#### THE PROBLEM:
Find every line in the entries that holds the string "covered" and report it.

Records excerpted from a collection
-- -- --
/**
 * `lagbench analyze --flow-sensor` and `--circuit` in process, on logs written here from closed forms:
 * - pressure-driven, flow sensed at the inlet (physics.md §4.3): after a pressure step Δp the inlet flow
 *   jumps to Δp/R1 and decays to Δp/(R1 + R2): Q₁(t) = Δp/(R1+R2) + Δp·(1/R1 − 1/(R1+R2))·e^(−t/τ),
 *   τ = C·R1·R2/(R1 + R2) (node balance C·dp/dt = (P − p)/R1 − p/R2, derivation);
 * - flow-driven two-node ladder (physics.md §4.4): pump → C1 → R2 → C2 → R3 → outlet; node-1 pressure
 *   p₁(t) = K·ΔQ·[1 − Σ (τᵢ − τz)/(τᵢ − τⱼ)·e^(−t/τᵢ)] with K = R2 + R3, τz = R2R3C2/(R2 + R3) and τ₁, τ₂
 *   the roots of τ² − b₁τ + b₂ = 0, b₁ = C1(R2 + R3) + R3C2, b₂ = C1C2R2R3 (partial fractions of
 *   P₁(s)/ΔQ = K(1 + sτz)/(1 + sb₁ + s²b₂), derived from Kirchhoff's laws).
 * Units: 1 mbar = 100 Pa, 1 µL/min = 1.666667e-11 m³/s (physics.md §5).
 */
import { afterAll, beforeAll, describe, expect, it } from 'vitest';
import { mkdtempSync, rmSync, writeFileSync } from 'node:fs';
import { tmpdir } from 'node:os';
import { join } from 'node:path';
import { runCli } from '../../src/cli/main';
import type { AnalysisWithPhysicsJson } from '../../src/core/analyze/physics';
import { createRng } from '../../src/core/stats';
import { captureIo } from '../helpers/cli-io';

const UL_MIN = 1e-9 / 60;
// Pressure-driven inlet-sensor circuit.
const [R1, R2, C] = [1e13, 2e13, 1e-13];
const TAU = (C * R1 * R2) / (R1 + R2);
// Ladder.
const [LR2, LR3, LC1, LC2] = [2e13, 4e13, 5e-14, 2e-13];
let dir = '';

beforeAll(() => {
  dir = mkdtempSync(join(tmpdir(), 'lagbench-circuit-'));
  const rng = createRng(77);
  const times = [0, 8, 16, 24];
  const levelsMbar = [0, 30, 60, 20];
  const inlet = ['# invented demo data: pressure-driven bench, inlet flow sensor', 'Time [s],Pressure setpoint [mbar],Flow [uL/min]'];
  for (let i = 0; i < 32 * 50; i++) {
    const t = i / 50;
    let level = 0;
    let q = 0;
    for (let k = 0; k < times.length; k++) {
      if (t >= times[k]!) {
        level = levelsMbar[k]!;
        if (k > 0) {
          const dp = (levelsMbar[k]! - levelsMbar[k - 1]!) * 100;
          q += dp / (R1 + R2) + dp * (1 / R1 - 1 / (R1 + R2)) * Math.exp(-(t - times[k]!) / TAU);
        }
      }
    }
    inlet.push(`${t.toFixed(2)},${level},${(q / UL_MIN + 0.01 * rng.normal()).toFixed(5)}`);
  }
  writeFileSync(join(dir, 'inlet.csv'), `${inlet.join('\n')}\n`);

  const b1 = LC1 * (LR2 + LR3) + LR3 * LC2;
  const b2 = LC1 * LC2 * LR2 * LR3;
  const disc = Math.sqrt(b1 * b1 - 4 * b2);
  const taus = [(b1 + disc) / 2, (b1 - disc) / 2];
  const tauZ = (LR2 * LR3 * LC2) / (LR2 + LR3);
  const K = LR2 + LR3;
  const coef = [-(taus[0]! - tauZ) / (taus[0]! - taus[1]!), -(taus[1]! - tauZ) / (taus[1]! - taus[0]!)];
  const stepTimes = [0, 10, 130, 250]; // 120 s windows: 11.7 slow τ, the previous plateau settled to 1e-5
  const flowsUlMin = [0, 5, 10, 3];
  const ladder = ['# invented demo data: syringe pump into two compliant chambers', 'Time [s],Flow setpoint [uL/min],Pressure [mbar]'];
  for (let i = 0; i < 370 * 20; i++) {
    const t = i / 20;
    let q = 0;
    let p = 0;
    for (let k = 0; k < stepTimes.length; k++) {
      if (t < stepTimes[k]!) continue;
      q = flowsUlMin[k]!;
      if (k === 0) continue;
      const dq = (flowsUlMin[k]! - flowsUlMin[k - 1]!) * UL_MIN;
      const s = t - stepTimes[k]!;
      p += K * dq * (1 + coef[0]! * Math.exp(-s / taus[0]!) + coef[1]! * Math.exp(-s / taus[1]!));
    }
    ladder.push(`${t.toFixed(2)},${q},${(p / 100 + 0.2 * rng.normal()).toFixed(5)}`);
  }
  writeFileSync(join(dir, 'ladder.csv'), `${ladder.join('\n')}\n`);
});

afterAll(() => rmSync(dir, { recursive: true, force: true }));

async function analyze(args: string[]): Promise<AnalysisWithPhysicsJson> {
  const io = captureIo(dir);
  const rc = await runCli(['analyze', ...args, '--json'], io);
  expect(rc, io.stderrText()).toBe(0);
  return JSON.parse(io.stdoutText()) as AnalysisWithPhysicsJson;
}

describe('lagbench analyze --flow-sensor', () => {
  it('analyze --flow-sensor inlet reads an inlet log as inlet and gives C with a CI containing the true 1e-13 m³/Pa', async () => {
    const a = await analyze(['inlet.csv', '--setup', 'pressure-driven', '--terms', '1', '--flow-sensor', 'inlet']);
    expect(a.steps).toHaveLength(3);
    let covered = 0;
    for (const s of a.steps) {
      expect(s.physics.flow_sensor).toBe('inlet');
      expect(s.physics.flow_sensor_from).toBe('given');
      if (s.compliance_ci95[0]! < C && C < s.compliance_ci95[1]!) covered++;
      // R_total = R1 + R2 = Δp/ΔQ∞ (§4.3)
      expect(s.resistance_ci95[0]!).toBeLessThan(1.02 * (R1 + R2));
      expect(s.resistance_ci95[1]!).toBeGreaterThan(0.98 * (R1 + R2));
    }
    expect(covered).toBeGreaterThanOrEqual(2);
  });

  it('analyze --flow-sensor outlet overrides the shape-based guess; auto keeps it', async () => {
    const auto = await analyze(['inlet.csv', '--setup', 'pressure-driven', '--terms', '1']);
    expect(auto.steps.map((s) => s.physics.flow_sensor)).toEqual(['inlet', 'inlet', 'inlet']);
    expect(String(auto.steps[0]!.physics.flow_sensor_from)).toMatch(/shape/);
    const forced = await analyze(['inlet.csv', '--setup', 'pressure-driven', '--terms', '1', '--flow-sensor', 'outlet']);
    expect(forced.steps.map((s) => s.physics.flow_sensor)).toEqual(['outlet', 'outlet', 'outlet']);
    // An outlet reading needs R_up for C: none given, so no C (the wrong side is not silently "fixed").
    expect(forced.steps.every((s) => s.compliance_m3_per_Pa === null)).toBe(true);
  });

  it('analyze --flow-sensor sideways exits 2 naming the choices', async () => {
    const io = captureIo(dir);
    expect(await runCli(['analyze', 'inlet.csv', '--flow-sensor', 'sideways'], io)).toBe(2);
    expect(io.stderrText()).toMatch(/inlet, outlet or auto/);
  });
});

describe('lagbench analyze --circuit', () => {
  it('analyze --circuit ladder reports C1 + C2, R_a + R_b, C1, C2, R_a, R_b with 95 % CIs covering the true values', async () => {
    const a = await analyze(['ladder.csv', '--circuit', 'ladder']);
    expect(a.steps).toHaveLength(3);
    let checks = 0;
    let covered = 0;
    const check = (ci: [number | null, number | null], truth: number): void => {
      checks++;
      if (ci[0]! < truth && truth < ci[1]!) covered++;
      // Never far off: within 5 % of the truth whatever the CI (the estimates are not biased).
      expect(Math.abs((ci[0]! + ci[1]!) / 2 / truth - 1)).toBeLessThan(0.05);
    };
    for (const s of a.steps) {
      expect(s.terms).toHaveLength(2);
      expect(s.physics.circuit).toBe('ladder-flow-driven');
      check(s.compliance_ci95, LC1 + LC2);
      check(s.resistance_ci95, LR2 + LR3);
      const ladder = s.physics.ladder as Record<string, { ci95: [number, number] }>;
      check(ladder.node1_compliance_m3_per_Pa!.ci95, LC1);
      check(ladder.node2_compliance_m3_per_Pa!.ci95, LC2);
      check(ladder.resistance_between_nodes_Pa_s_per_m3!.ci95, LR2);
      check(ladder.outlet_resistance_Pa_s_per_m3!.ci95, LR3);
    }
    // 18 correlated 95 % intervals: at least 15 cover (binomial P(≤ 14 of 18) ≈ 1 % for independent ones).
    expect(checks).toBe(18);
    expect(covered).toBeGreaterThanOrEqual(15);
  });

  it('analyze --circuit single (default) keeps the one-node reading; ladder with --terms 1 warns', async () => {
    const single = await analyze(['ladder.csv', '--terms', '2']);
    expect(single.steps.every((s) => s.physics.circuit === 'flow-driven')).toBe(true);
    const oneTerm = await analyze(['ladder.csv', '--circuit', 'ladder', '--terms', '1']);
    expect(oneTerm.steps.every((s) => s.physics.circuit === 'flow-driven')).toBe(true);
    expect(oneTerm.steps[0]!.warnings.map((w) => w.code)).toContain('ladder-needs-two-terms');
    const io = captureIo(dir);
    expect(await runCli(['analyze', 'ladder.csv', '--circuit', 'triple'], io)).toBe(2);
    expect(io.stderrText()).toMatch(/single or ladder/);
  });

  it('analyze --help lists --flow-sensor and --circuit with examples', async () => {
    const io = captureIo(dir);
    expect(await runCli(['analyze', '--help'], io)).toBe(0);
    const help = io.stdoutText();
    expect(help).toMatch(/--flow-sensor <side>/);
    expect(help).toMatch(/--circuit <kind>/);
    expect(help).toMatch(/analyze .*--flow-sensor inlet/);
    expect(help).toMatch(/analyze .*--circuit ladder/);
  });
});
-- -- --
#### FINISHED TASK:
    let covered = 0;
      if (s.compliance_ci95[0]! < C && C < s.compliance_ci95[1]!) covered++;
    expect(covered).toBeGreaterThanOrEqual(2);
    let covered = 0;
      if (ci[0]! < truth && truth < ci[1]!) covered++;
    expect(covered).toBeGreaterThanOrEqual(15);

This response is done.